Remote Access
Expose the TokenTelemetry dashboard to other devices — tailnet, LAN, or SSH tunnel — with token-based authentication.
TokenTelemetry is local-first and binds to 127.0.0.1 by default. Remote access is opt-in and token-gated. Loopback requests (your browser on the same machine) are always exempt from the token requirement — the default local experience is unchanged.
The token is the security boundary, not CORS. CORS only restrains browsers; it doesn't stop direct HTTP clients (curl, scripts, other machines). Always use the token on any non-loopback bind. Only use --insecure-no-auth on a fully trusted private network.
Direct access (tailnet, LAN, or VPS with open ports)
Use this pattern when you can reach the machine directly:
./start.sh \
--host 0.0.0.0 \
--allowed-origins your-laptop.tailnet.ts.net,192.168.1.42 \
--port 3000 \
--api-port 8000What happens
--host 0.0.0.0makes the backend listen on all interfaces (or use a specific IP like--host 192.168.1.10).--allowed-originssets the CORS allowlist for the backend and Next.js dev-server origins. Pass a comma-separated list of hostnames or IPs that will load the dashboard.- Because
--hostis non-loopback, a random access token is auto-generated and printed once in the terminal:────────────────────────────────────────────────────────── Remote access is ON. Other devices must enter this token: abc123xyz... Or skip the typing — open this link (or scan its QR from the dashboard's "Connect a device" panel) on the other device: http://192.168.1.10:3000/?token=abc123xyz... The token is shown once — re-run to rotate it. ────────────────────────────────────────────────────────── - The dashboard shows a "Connect a device" panel with a QR code. Scan it on a phone or tablet to open the dashboard without typing the token.
Using the token
Remote clients can authenticate in two ways:
- Authorization header:
Authorization: Bearer <token>(for API clients) - URL parameter:
?token=<token>(for the initial browser load and for image/artifact links)
The frontend stores the token after the first load and strips it from the URL bar.

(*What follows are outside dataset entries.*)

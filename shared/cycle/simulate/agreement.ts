/**
 * What an experienced aquarist would decide about a tank, as data, and whether a verdict
 * agrees with it. The scenario catalogue states one call per simulated tank; the unit test
 * fails on any disagreement and `npm run scenarios` prints the agreement of every rule set.
 */

import type { CyclePhase, LivestockGroup, Severity, Verdict } from '../types'

/** Something the verdict must say: a finding by rule id, at a severity, with words in it. */
export interface ExpectedFinding {
  readonly rule: string
  /** Required severity; any when omitted. */
  readonly severity?: Severity
  /** Words the finding's message must contain (case-insensitive). */
  readonly words?: string
}

/** The aquarist's decision at the cut, as checks on a verdict. Omitted checks are not judged. */
export interface AquaristCall {
  /** Would the aquarist call the cycle complete now? */
  readonly complete?: boolean
  /** Phases the aquarist would accept. */
  readonly phases?: readonly CyclePhase[]
  /** Groups that may go in now: blocking them would hold back a tank that is ready. */
  readonly allowed?: readonly LivestockGroup[]
  /** Groups that must wait. */
  readonly blocked?: readonly LivestockGroup[]
  /** Findings the verdict must report. */
  readonly says?: readonly ExpectedFinding[]
  /** Rule ids the verdict must not report (a false alarm the aquarist would dismiss). */
  readonly neverSays?: readonly string[]
  /** Action kinds the verdict must propose (e.g. 'water-change', 'retest', 'clearance-test'). */
  readonly actions?: readonly string[]
  /** No water change the verdict proposes may be larger than this percent. */
  readonly waterChangeAtMostPercent?: number
}

/** Each way `verdict` differs from `call`, in plain words; empty when they agree. */
export function disagreements(verdict: Verdict, call: AquaristCall): string[] {
  const out: string[] = []
  const complete = verdict.completedOn !== null
  if (call.complete !== undefined && call.complete !== complete) out.push(call.complete ? 'not complete, aquarist says cycled' : 'complete, aquarist says not yet')
  if (call.phases && !call.phases.includes(verdict.phase)) out.push(`phase ${verdict.phase}, aquarist says ${call.phases.join(' or ')}`)
  for (const group of call.allowed ?? []) if (!verdict.readiness[group].allowed) out.push(`${group} blocked, aquarist allows`)
  for (const group of call.blocked ?? []) if (verdict.readiness[group].allowed) out.push(`${group} allowed, aquarist waits`)
  for (const want of call.says ?? []) {
    const hit = verdict.findings.some(f => f.ruleId === want.rule
      && (want.severity === undefined || f.severity === want.severity)
      && (want.words === undefined || f.message.toLowerCase().includes(want.words.toLowerCase())))
    if (!hit) out.push(`missing ${want.severity ?? 'finding'} ${want.rule}${want.words ? ` naming "${want.words}"` : ''}`)
  }
  for (const rule of call.neverSays ?? []) if (verdict.findings.some(f => f.ruleId === rule)) out.push(`says ${rule}, aquarist would not`)
  for (const kind of call.actions ?? []) if (!verdict.actions.some(a => a.kind === kind)) out.push(`no ${kind} action`)
  if (call.waterChangeAtMostPercent !== undefined) {
    const largest = Math.max(0, ...verdict.actions.map(a => a.waterChangePercent ?? 0))
    if (largest > call.waterChangeAtMostPercent) out.push(`water change of ${largest} %, aquarist changes at most ${call.waterChangeAtMostPercent} % at a time`)
  }
  return out
}
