import { eq } from 'drizzle-orm'
import { IdParams } from '#shared/schemas/common'
import { readings } from '#server/db/schema'
import { mayRemoveUpload, removeUploadRow } from '#server/domain/uploads/remove'

/**
 * DELETE /api/uploads/:id — removes a photo or file; only whoever added it may (403 for others who
 * see the tank, 404 for those who do not). A file in a signed-off record is 409. Returns 204.
 */
export default defineEventHandler(async (event) => {
  const actor = await requireActor(event)
  const { id } = await getValidatedRouterParams(event, valid(IdParams))
  const row = requireVisibleUpload(actor, id)
  if (!mayRemoveUpload(row, actor.id)) throw createError({ statusCode: 403, statusMessage: 'Only the person who added this file can remove it.' })
  // Checked under the write lock: a sign-off decided while this removal waited for it counts.
  await writeTransaction((db) => {
    if (row.stageId) {
      const stage = findStage(row.tankId, row.stageId)
      if (stage) assertStageUnsigned(row.tankId, stage.key)
    }
    if (row.readingId) {
      const reading = db.select({ id: readings.id, takenAt: readings.takenAt }).from(readings).where(eq(readings.id, row.readingId)).get()
      if (reading) assertEntryUnlocked(row.tankId, reading.takenAt, reading.id)
    }
    removeUploadRow(db, actor, row)
  })
  // The bytes go after the row's commit, so a failed delete never leaves a row without its file.
  const storage = useStorage('uploads')
  await storage.removeItem(row.storageKey)
  if (row.thumbnailKey) await storage.removeItem(row.thumbnailKey)
  setResponseStatus(event, 204)
  return null
})
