/** One test session. Canonical values; `entered` keeps what was typed and in which basis. */
export const readings = sqliteTable('readings', {
  id: id(),
  tankId: text('tank_id').notNull().references(() => tanks.id, { onDelete: 'cascade' }),
  takenAt: text('taken_at').notNull(),
  enteredBy: text('entered_by').references(() => users.id, { onDelete: 'set null' }),
  ammoniaN: real('ammonia_n'),
  nitriteN: real('nitrite_n'),
  nitrateN: real('nitrate_n'),
  pH: real('ph'),
  temperatureC: real('temperature_c'),
  salinity: real('salinity'),
  alkalinityDkh: real('alkalinity_dkh'),
  calciumMgL: real('calcium_mg_l'),
  magnesiumMgL: real('magnesium_mg_l'),
  phosphateMgL: real('phosphate_mg_l'),
  notes: text('notes'),
  entered: text('entered', { mode: 'json' }).$type<Record<string, unknown>>().notNull().default(sql`'{}'`),
  /** A correction after sign-off is a new row pointing at the one it corrects. */
  correctsId: text('corrects_id'),
  correctionReason: text('correction_reason'),
  /** For CSV imports: a hash of the source row, so re-importing a file adds nothing twice. */
  importKey: text('import_key'),
  ...timestamps,
}, t => [
  // In the order a tank's history is read (taken, then entered, then row order: an index ends with
  // the rowid): the engine's read of 100,000 imported tests walks it and sorts nothing.
  index('readings_tank_taken').on(t.tankId, t.takenAt, t.createdAt),
  uniqueIndex('readings_tank_import_key').on(t.tankId, t.importKey),
  // One correction per row: the current value is never in doubt, even for two corrections at once.
  uniqueIndex('readings_corrects_unique').on(t.correctsId),
])

export const events = sqliteTable('events', {
  id: id(),
  tankId: text('tank_id').notNull().references(() => tanks.id, { onDelete: 'cascade' }),
  at: text('at').notNull(),
  kind: text('kind', { enum: EVENT_KINDS }).notNull(),
  /** Dose in mg/L as N added, water change in litres, livestock count... by kind. */
  amount: real('amount'),
  group: text('group', { enum: LIVESTOCK_GROUPS }),
  notes: text('notes'),
  enteredBy: text('entered_by').references(() => users.id, { onDelete: 'set null' }),
  correctsId: text('corrects_id'),
  correctionReason: text('correction_reason'),
  ...timestamps,
}, t => [index('events_tank_at').on(t.tankId, t.at), uniqueIndex('events_corrects_unique').on(t.correctsId)])

/** The engine's current verdict per tank, stored so lists read it without recomputing. */
export const tankVerdicts = sqliteTable('tank_verdicts', {
  tankId: text('tank_id').primaryKey().references(() => tanks.id, { onDelete: 'cascade' }),
  phase: text('phase', { enum: CYCLE_PHASES }).notNull(),
  verdict: text('verdict', { mode: 'json' }).$type<Verdict>().notNull(),
  ruleSetVersion: text('rule_set_version').notNull(),
  evaluatedAt: text('evaluated_at').notNull(),
  /** Set when the company's thresholds changed after this verdict was made: it is made again in batches, or when read. */
  stale: integer('stale', { mode: 'boolean' }).notNull().default(false),
  /** The phase when the last threshold change marked this verdict stale: the settings page counts the tanks whose phase changed. */
  phaseBeforeReevaluation: text('phase_before_reevaluation', { enum: CYCLE_PHASES }),
  /** The completion forecast made with this verdict, from the same input at the same time: lists read it instead of the tank's history. */
  forecast: text('forecast', { mode: 'json' }).$type<CycleForecast>(),
})

/**
 * How many times each tank's readings or events have changed, on any connection: triggers on
 * `readings` and `events` (migration 0010) count every insert, update and delete, so a copy of
 * the engine's input kept in memory knows whether it still matches the database
 * (server/domain/readings/engine-input-cache.ts). No foreign key: a tank's rows deleted with the
 * tank still count, and the counter of a tank that is gone is never read.
 */
export const tankDataRevisions = sqliteTable('tank_data_revisions', {
  tankId: text('tank_id').primaryKey(),
  revision: integer('revision').notNull(),
})

/** Who changed what: append-only by design. */
export const auditLog = sqliteTable('audit_log', {
  id: integer('id').primaryKey({ autoIncrement: true }),
  organisationId: text('organisation_id').notNull(),
  actorId: text('actor_id'),
  action: text('action').notNull(),
  entity: text('entity').notNull(),
  entityId: text('entity_id'),
  before: text('before', { mode: 'json' }),
  after: text('after', { mode: 'json' }),
  at: text('at').notNull().$defaultFn(now),
}, t => [index('audit_org_at').on(t.organisationId, t.at)])

/**
 * A signed-in browser. The sealed cookie carries only a random token; the row keeps its
 * SHA-256, so neither a copied database nor the person's own session list can rebuild a
 * cookie. Ended rows stay (with why) until the housekeeping prunes them.
 */
export const sessions = sqliteTable('sessions', {
  id: id(),
  userId: text('user_id').notNull().references(() => users.id, { onDelete: 'cascade' }),
  tokenHash: text('token_hash').notNull(),
  createdAt: text('created_at').notNull(),
  lastSeenAt: text('last_seen_at').notNull(),
  expiresAt: text('expires_at').notNull(),
  /** A short description of the browser, for the person's own list of sessions. */
  userAgent: text('user_agent'),
  address: text('address'),
  endedAt: text('ended_at'),
  endReason: text('end_reason'),
}, t => [uniqueIndex('sessions_token_hash').on(t.tokenHash), index('sessions_user_idx').on(t.userId, t.endedAt)])

/** One attempt counted by a throttle (sign-in, reset and invitation mail), by key and time. */
export const throttleMarks = sqliteTable('throttle_marks', {
  id: integer('id').primaryKey({ autoIncrement: true }),
  key: text('key').notNull(),
  at: text('at').notNull(),
}, t => [index('throttle_marks_key_at').on(t.key, t.at)])

/** The company's build-plan template, one row per stage; new tanks copy it. */
export const planTemplateStages = sqliteTable('plan_template_stages', {
  id: id(),
  organisationId: text('organisation_id').notNull().references(() => organisations.id, { onDelete: 'cascade' }),
  position: integer('position').notNull(),
  key: text('key').notNull(),
  title: text('title').notNull(),
  checklist: text('checklist', { mode: 'json' }).$type<string[]>().notNull().default(sql`'[]'`),
  ...timestamps,
}, t => [uniqueIndex('plan_template_org_position').on(t.organisationId, t.position)])

/** A stored file (photo or PDF). Bytes live in Nitro storage under `storageKey`, never at a public path. */
export const uploads = sqliteTable('uploads', {
  id: id(),
  organisationId: text('organisation_id').notNull().references(() => organisations.id, { onDelete: 'cascade' }),
  tankId: text('tank_id').notNull().references(() => tanks.id, { onDelete: 'cascade' }),
  stageId: text('stage_id').references(() => planStages.id, { onDelete: 'set null' }),
  readingId: text('reading_id').references(() => readings.id, { onDelete: 'set null' }),
  /** Detected from the bytes (magic numbers), not from the file name. */
  mimeType: text('mime_type').notNull(),
  sizeBytes: integer('size_bytes').notNull(),
  originalName: text('original_name').notNull(),
  storageKey: text('storage_key').notNull(),
  thumbnailKey: text('thumbnail_key'),
  uploadedBy: text('uploaded_by').references(() => users.id, { onDelete: 'set null' }),
  ...timestamps,
}, t => [index('uploads_tank_idx').on(t.tankId), index('uploads_stage_idx').on(t.stageId)])

/** One open alert per tank and kind; readings that raise or clear it are recorded. */
export const alerts = sqliteTable('alerts', {
  id: id(),
  organisationId: text('organisation_id').notNull().references(() => organisations.id, { onDelete: 'cascade' }),
  tankId: text('tank_id').notNull().references(() => tanks.id, { onDelete: 'cascade' }),
  /** The rule id of the danger finding that opened it. */
  kind: text('kind').notNull(),
  status: text('status', { enum: ALERT_STATUSES }).notNull().default('open'),
  message: text('message').notNull(),
  openedByReadingId: text('opened_by_reading_id').references(() => readings.id, { onDelete: 'set null' }),
  lastReadingId: text('last_reading_id').references(() => readings.id, { onDelete: 'set null' }),
  detail: text('detail', { mode: 'json' }).$type<Record<string, unknown>>().notNull().default(sql`'{}'`),
  openedAt: text('opened_at').notNull(),
  acknowledgedAt: text('acknowledged_at'),
  acknowledgedBy: text('acknowledged_by').references(() => users.id, { onDelete: 'set null' }),
  acknowledgeNote: text('acknowledge_note'),
  escalatedAt: text('escalated_at'),
  resolvedAt: text('resolved_at'),
  resolvedBy: text('resolved_by').references(() => users.id, { onDelete: 'set null' }),
  resolveNote: text('resolve_note'),
  /** Set while status is not resolved, so the unique index allows one open alert per kind. */
  openKey: text('open_key'),
  ...timestamps,
}, t => [
  uniqueIndex('alerts_one_open_per_kind').on(t.openKey),
  index('alerts_tank_idx').on(t.tankId),
  index('alerts_org_status_idx').on(t.organisationId, t.status),
])

/** In-app notices for one user. */
export const notifications = sqliteTable('notifications', {
  id: id(),
  userId: text('user_id').notNull().references(() => users.id, { onDelete: 'cascade' }),
  organisationId: text('organisation_id').notNull().references(() => organisations.id, { onDelete: 'cascade' }),
  kind: text('kind').notNull(),
  title: text('title').notNull(),
  body: text('body').notNull(),
  link: text('link'),
  alertId: text('alert_id').references(() => alerts.id, { onDelete: 'set null' }),
  readAt: text('read_at'),
  ...timestamps,
}, t => [index('notifications_user_read_idx').on(t.userId, t.readAt)])

/** Transactional outbox: e-mail rows written with the change that caused them, delivered by a worker. */
export const mailOutbox = sqliteTable('mail_outbox', {
  id: id(),
  organisationId: text('organisation_id'),
  toAddress: text('to_address').notNull(),
  subject: text('subject').notNull(),
  textBody: text('text_body').notNull(),
  htmlBody: text('html_body'),
  kind: text('kind').notNull(),
  /** Stable id sent as Message-ID so a retried delivery can be recognised downstream. */
  messageId: text('message_id').notNull(),
  status: text('status', { enum: MAIL_STATUSES }).notNull().default('pending'),
  attempts: integer('attempts').notNull().default(0),
  nextAttemptAt: text('next_attempt_at').notNull().$defaultFn(now),
  lastError: text('last_error'),
  sentAt: text('sent_at'),
  ...timestamps,
}, t => [index('mail_outbox_due_idx').on(t.status, t.nextAttemptAt), uniqueIndex('mail_outbox_message_id').on(t.messageId)])

/** Single-use links: invitations and password resets. Only a hash of the token is stored. */
export const authTokens = sqliteTable('auth_tokens', {
  id: id(),
  userId: text('user_id').notNull().references(() => users.id, { onDelete: 'cascade' }),
  purpose: text('purpose', { enum: AUTH_TOKEN_PURPOSES }).notNull(),
  tokenHash: text('token_hash').notNull(),
  expiresAt: text('expires_at').notNull(),
  usedAt: text('used_at'),
  ...timestamps,
}, t => [uniqueIndex('auth_tokens_hash').on(t.tokenHash)])

/**
 * How one person measures one tank's salinity (the instrument's mode and, for a hydrometer or
 * refractometer, its scale), so the daily form opens that way on every device they test from:
 * a client may test on a phone and a laptop, and one tank may take a refractometer, another a
 * hydrometer. Kept per person because the instrument is in the hands of whoever tests.
 */
export const salinityInstruments = sqliteTable('salinity_instruments', {
  userId: text('user_id').notNull().references(() => users.id, { onDelete: 'cascade' }),
  tankId: text('tank_id').notNull().references(() => tanks.id, { onDelete: 'cascade' }),
  mode: text('mode', { enum: SALINITY_MODES }).notNull(),
  /** The scale printed on a hydrometer or refractometer (a key of SG_BASES); kept for the other modes too, so switching back finds it. */
  sgBasis: text('sg_basis').notNull(),
  ...timestamps,
}, t => [
  primaryKey({ columns: [t.userId, t.tankId] }),
  index('salinity_instruments_tank_idx').on(t.tankId),
])

/** Which notices reach a user by e-mail; danger alerts to the assigned aquarist always do. */
export const notificationPreferences = sqliteTable('notification_preferences', {
  userId: text('user_id').primaryKey().references(() => users.id, { onDelete: 'cascade' }),
  emailKinds: text('email_kinds', { mode: 'json' }).$type<Record<string, boolean>>().notNull().default(sql`'{}'`),
  ...timestamps,
})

Subsequent navigations within the same browser session are transparent.
Supplying a fixed token
To avoid rotating the token on every restart, supply one explicitly:
./start.sh --host 0.0.0.0 --auth-token mysecrettokenOr via env var (flag wins over env):
TT_AUTH_TOKEN=mysecrettoken ./start.sh --host 0.0.0.0Concrete host shortcut
If you use a specific IP rather than 0.0.0.0, you don't need to repeat it in --allowed-origins:
# --host 192.168.1.10 automatically adds 192.168.1.10 to the CORS allowlist:
./start.sh --host 192.168.1.10With 0.0.0.0 (wildcard), Next.js can't derive a single hostname, so you still need --allowed-origins.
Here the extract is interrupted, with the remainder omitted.